I built a rpm using rpmbuild on the system in question, is my 
installation broken?  I have found similar instances in previous versions

http://wiki.apache.org/spamassassin/RedHatMalformedUtf8
http://www.gossamer-threads.com/lists/spamassassin/users/100450

mostly old stuff.

What can I check to correct this?

Thanks in advance,

C.




Re: Malformed UTF-8 character

Posted by Karsten Bräckelmann <gu...@rudersport.de>.
On Tue, 2010-06-01 at 12:31 -0400, Michael Scheidell wrote:
> I believe the minimum recommended is 5.8.8  with 5.10.1 STRONGLY 
> recommended.
> 
> there was even talk on this list of disabling anything user 5.8.8, or 
> strongly warning against it.
> 
> (and I think there was some talk about requiring 5.10.1.)

No, this definitely has never been considered.
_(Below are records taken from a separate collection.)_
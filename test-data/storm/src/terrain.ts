/** A long hill: where its middle lies, which way its crest runs, how high it stands. */
export interface Ridge {
  readonly xKm: number;
  readonly yKm: number;
  /** Direction of the crest, clockwise from north. */
  readonly crestAzimuthDeg: number;
  readonly crestSigmaKm: number;
  readonly flankSigmaKm: number;
  readonly heightM: number;
}

/** The invented ground: a low moor that rises to the north-west, and its ridges. Metres above sea level. */
export function terrainM(xKm: number, yKm: number, ridges: readonly Ridge[]): number {
  const rise = 14 / (1 + Math.exp((xKm - yKm + 30) / 18));
  let heightM = 6 + rise + 2 * Math.sin(xKm / 5.3) * Math.cos(yKm / 6.1);
  for (const ridge of ridges) {
    const angle = (ridge.crestAzimuthDeg * Math.PI) / 180;
    const east = xKm - ridge.xKm;
    const north = yKm - ridge.yKm;
    const along = (east * Math.sin(angle) + north * Math.cos(angle)) / ridge.crestSigmaKm;
    const across = (east * Math.cos(angle) - north * Math.sin(angle)) / ridge.flankSigmaKm;
    heightM += ridge.heightM * Math.exp(-0.5 * (along * along + across * across));
  }
  return heightM;
}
Since 3.3.0 the SA team dropped /official/ support for Perl 5.6. That
means, we do not guarantee it will continue to work with 5.6, which it
currently does. We are even open to get Perl 5.6 specific patches in, if
provided by the community. However, we are unlikely to fix any issues
with 5.6 ourself.

The discussion and decision to drop official Perl 5.6 support was hard
enough already.


-- 
char *t="\10pse\0r\0dtu\0.@ghno\x4e\xc8\x79\xf4\xab\x51\x8a\x10\xf4\xf4\xc4";
main(){ char h,m=h=*t++,*x=t+2*h,c,i,l=*x,s=0; for (i=0;i<l;i++){ i%8? c<<=1:
(c=*++x); c&128 && (s+=h); if (!(h>>=1)||!t[s+h]){ putchar(t[s]);h=m;s=0; }}}


Re: Malformed UTF-8 character

Posted by Michael Scheidell <sc...@secnap.net>.
On 6/1/10 11:56 AM, Chris Conn wrote:
> Hello,
>
> I upgraded to SA 3.3.1 on a CentOS system using Perl 5.8.5 and I 
> occasionally get this error;
>
I believe the minimum recommended is 5.8.8  with 5.10.1 STRONGLY 
recommended.

there was even talk on this list of disabling anything user 5.8.8, or 
strongly warning against it.

(and I think there was some talk about requiring 5.10.1.)

-- 
Michael Scheidell, CTO
Phone: 561-999-5000, x 1259
 > *| *SECNAP Network Security Corporation

    * Certified SNORT Integrator
    * 2008-9 Hot Company Award Winner, World Executive Alliance
    * Five-Star Partner Program 2009, VARBusiness
    * Best Anti-Spam Product 2008, Network Products Guide
    * King of Spam Filters, SC Magazine 2008

______________________________________________________________________
This email has been scanned and certified safe by SpammerTrap(r). 
For Information please see http://www.secnap.com/products/spammertrap/
______________________________________________________________________  

Re: Malformed UTF-8 character

Posted by John Hardin <jh...@impsec.org>.
On Tue, 1 Jun 2010, Chris Conn wrote:

> John Hardin wrote:
>>  On Tue, 1 Jun 2010, Chris Conn wrote:
>> 
>> >  I upgraded to SA 3.3.1 on a CentOS system using Perl 5.8.5 and I 
>> >  occasionally get this error;
>> > 
>> >  Malformed UTF-8 character (unexpected non-continuation byte 0x00, 
>> >  immediately after start byte 0xc3) in pattern match (m//) at 
>> >  /var/lib/spamassassin/3.003001/updates_spamassassin_org/72_active.cf, 
>> >  rule __HUSH_HUSH, line 1, <GEN272> line 528.
>> > 
>> >  What can I check to correct this?
>>
>>  I'll fix that, thanks for mentioning it.
>>
>>  SA is somewhat inconsistent about whether or not it complains about
>>  malformed UTF-8 characters, as illustrated by your only occasionally
>>  getting that error. I get no complaints about that rule here when testing
>>  my sandbox...
>
> Hopefully its the regexp that can be modified and not that it will 
> consistently error-out on my few RH4/CentOS4 boxes I run ;)  RH 
> maintains the same version for the entire life of the distro for 
> dependancies so upgrading out of RedHat is most often painful.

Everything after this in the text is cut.